5.2 Qualitative results

5.2.1 Questionnaires

Norman (2010) suggest that it is valid to evaluate the difference of significance between the answers of each question of a Likert scale questionnaire: They propose using multiple two-way ANOVA to determine the significance of the difference between the two conditions, which is what we did in our analysis. For all questions except the third one of the short flow scale, the only significant differences observed were between Cybercopters and the spiral prototype.

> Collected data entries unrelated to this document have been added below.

impl Report for TwoWindingView<'_, '_> {
    fn json(&self) -> impl Serialize + '_ {
        let r = self.study.report();
        let (mut first, _) = self.own(0);
        let (second, _) = self.own(1);
        if first.is_empty() {
            // Keep the opening every JSON begins with.
            if let Ok(serde_json::Value::Object(o)) = serde_json::to_value(Opening::default()) {
                first = o;
            }
        }
        // The audit's verdict at the top level is the whole core's: neither winding nor
        // the pair has anything to act on (each winding's own is in its findings).
        if self.view == View::Audit {
            first.insert("sound".into(), serde_json::Value::Bool(self.sound()));
        }
        TwoWindingJson {
            first,
            kind: "two-winding",
            second_winding: second,
            pair: r,
            pair_findings: r
                .findings
                .iter()
                .map(|f| Worded {
                    fact: f,
                    message: finding_words(r, f),
                })
                .collect(),
        }
    }

    fn sections(&self) -> Vec<Section> {
        let r = self.study.report();
        let mut s = vec![Section::Heading(self.title())];
        s.push(caution());
        s.extend(pair_sections(r));
        for (i, p) in r.windings.iter().enumerate() {
            s.push(Section::Heading(format!(
                "Winding {} of 2: {} poles, {}",
                i + 1,
                p.poles,
                place_words(p.position)
            )));
            let (_, own) = self.own(i);
            // The caution is printed once, at the top.
            s.extend(
                own.into_iter()
                    .filter(|x| !matches!(x, Section::Caution(_))),
            );
        }
        s
    }

    /// Each winding's own table of the view, one after the other, with the winding's
    /// number in front (the pair's table when the two have different columns); the audit's
    /// is every finding, each winding's and the pair's.
    fn main_table(&self) -> Table {
        if self.view == View::Audit {
            return self.findings_table();
        }
        let own = [self.own_table(0), self.own_table(1)];
        if own[0].headers != own[1].headers {
            return parts_table(self.study.report());
        }
        let mut t = Table::new(&[("winding", Align::Right)]);
        t.headers.extend(own[0].headers.iter().cloned());
        t.align.extend(own[0].align.iter().copied());
        for (i, o) in own.into_iter().enumerate() {
            for row in o.rows {
                let mut r = vec![(i + 1).to_string()];
                r.extend(row);
                t.push(r);
            }
        }
        t
    }
}

/// Write the view in `format`; CSV is the table of the two windings.
pub fn write(
    study: &TwoStudy,
    view: View,
    format: Format,
    out: &mut dyn std::io::Write,
) -> std::io::Result<()> {
    super::write(&TwoWindingView { study, view }, format, out)
}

The SUS score was 74 (with a variation of 14) for the 2D prototype and 77 (with a variation of 15) for the 3D prototype. Both prototypes achieved a score above 71, which is usually taken as an indication of good usability (Bangor et al., 2009). A Shapiro test indicates that the data do not follow a normal distribution (p = 0.06), so we used a Wilcoxon test to determine that the difference in usability between the two prototypes is not significant (p = 0.45).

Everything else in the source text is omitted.